# Data listing:
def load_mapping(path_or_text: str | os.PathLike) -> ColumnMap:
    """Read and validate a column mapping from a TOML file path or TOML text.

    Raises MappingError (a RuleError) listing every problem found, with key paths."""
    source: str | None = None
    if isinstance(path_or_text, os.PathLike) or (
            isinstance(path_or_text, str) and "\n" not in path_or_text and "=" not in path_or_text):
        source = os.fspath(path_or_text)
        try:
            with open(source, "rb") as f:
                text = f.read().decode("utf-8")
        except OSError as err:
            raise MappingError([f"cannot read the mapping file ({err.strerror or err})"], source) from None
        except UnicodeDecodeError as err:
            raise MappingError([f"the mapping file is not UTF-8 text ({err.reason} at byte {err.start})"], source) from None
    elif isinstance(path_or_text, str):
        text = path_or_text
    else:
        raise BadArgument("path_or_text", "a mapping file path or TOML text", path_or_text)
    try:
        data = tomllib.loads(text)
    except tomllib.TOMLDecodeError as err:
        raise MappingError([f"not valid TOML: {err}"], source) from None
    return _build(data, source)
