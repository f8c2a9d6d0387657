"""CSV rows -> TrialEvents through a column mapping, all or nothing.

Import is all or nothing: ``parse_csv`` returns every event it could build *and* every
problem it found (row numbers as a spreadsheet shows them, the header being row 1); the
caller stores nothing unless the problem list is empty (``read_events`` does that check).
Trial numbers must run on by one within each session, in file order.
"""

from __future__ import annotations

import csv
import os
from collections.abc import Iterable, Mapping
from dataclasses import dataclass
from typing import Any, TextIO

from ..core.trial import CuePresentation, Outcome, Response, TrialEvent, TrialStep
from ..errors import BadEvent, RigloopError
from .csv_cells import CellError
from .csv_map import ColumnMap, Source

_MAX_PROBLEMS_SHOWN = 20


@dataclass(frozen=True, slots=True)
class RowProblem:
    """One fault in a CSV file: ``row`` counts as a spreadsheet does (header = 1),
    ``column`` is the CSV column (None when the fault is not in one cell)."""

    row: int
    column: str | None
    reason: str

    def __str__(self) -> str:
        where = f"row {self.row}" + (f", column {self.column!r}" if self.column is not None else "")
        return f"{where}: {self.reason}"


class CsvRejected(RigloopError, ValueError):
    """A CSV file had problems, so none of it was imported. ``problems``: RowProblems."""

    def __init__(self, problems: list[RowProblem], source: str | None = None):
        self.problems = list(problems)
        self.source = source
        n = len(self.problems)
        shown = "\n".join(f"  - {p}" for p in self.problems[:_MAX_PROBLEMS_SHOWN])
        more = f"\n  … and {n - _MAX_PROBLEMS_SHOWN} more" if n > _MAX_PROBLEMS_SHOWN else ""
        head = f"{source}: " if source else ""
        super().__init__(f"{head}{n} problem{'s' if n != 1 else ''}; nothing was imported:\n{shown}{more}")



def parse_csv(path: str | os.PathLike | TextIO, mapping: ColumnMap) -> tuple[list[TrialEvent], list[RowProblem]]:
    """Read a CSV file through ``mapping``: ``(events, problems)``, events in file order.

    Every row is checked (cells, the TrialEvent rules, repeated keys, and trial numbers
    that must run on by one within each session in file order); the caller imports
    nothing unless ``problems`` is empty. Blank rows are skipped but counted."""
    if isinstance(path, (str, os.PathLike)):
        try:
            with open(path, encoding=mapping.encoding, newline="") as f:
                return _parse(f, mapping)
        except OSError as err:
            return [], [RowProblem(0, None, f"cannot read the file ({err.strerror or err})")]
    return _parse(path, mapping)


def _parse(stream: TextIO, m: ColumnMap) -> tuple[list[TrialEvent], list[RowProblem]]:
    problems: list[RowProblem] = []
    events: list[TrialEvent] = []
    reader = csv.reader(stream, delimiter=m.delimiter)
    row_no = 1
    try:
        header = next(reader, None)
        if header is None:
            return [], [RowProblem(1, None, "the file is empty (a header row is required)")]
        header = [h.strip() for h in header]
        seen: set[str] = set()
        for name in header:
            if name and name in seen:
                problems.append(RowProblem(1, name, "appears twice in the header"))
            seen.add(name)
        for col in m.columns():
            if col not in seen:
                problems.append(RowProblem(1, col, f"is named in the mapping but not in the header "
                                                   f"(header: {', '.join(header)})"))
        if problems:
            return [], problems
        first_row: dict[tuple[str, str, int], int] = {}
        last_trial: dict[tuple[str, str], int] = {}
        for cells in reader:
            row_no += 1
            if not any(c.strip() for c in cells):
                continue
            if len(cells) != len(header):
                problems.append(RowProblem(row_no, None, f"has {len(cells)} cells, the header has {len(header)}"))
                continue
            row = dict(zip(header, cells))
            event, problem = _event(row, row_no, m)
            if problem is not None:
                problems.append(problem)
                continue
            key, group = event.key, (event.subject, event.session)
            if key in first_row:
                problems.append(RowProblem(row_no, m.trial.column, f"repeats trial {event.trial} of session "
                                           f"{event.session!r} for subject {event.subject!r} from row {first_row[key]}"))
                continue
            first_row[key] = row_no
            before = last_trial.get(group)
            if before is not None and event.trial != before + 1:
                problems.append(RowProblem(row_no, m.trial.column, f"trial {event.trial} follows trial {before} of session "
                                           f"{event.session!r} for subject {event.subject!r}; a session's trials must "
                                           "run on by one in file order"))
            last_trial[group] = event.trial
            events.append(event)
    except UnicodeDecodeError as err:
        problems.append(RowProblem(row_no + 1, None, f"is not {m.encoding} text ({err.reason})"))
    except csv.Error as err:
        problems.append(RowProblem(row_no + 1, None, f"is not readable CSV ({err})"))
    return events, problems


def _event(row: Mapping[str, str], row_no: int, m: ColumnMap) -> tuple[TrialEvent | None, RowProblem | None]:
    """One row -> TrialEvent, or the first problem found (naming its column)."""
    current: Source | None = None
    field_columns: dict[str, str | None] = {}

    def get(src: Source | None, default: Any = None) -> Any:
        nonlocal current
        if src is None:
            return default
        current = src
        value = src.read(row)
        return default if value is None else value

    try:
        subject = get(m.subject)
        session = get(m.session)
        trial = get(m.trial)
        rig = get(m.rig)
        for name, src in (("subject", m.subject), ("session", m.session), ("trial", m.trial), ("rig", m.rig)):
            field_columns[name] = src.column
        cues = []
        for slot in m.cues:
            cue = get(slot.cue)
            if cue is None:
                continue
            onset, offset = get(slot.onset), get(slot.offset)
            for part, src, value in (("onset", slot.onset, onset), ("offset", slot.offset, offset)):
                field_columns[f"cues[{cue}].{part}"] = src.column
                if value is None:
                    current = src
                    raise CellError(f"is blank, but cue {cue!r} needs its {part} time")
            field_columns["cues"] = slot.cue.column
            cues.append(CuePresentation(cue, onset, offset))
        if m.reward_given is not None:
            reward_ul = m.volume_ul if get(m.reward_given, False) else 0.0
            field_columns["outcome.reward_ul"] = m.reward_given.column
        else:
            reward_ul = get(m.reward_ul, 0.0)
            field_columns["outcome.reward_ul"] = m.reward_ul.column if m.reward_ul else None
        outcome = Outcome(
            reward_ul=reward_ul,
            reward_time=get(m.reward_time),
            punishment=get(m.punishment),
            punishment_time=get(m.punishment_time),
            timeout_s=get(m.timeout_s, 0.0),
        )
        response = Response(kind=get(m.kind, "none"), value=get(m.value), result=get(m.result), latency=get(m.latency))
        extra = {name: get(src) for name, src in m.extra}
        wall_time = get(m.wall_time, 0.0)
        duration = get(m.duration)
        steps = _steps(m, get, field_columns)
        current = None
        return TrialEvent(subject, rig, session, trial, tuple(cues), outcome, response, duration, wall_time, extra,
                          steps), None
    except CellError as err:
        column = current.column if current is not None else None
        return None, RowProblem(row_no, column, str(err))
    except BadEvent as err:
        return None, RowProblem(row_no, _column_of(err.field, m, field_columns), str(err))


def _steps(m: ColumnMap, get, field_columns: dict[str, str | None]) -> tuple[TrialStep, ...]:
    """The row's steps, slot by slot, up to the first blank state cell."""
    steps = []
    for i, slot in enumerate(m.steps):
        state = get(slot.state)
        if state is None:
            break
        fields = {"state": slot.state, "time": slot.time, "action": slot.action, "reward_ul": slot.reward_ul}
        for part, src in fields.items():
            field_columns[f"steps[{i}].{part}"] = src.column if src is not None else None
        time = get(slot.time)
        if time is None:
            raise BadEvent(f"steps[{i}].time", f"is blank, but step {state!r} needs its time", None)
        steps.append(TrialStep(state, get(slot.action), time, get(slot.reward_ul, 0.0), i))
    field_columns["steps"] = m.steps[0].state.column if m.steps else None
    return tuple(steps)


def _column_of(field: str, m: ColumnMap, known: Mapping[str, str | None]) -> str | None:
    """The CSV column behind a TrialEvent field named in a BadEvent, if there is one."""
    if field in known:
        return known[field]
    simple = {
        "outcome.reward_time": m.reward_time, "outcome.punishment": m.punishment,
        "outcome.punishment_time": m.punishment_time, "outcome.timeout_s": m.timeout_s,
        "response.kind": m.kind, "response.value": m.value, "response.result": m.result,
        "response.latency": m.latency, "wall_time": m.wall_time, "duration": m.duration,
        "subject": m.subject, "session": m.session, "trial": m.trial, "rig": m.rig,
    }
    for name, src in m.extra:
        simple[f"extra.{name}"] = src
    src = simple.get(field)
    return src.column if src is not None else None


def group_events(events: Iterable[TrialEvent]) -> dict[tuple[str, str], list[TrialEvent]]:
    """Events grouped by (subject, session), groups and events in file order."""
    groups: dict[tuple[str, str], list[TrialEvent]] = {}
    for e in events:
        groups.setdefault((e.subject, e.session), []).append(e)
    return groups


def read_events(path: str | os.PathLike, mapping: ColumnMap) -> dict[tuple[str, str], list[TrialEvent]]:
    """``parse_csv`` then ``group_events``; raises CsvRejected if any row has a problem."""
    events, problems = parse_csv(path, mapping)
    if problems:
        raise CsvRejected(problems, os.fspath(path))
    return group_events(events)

# Work order:
Look through the material above and print exactly the lines from the one containing "current: Source | None = None" to the one containing "rig = get(m.rig)", both included, and nothing more.

# Answer box:
    current: Source | None = None
    field_columns: dict[str, str | None] = {}

    def get(src: Source | None, default: Any = None) -> Any:
        nonlocal current
        if src is None:
            return default
        current = src
        value = src.read(row)
        return default if value is None else value

    try:
        subject = get(m.subject)
        session = get(m.session)
        trial = get(m.trial)
        rig = get(m.rig)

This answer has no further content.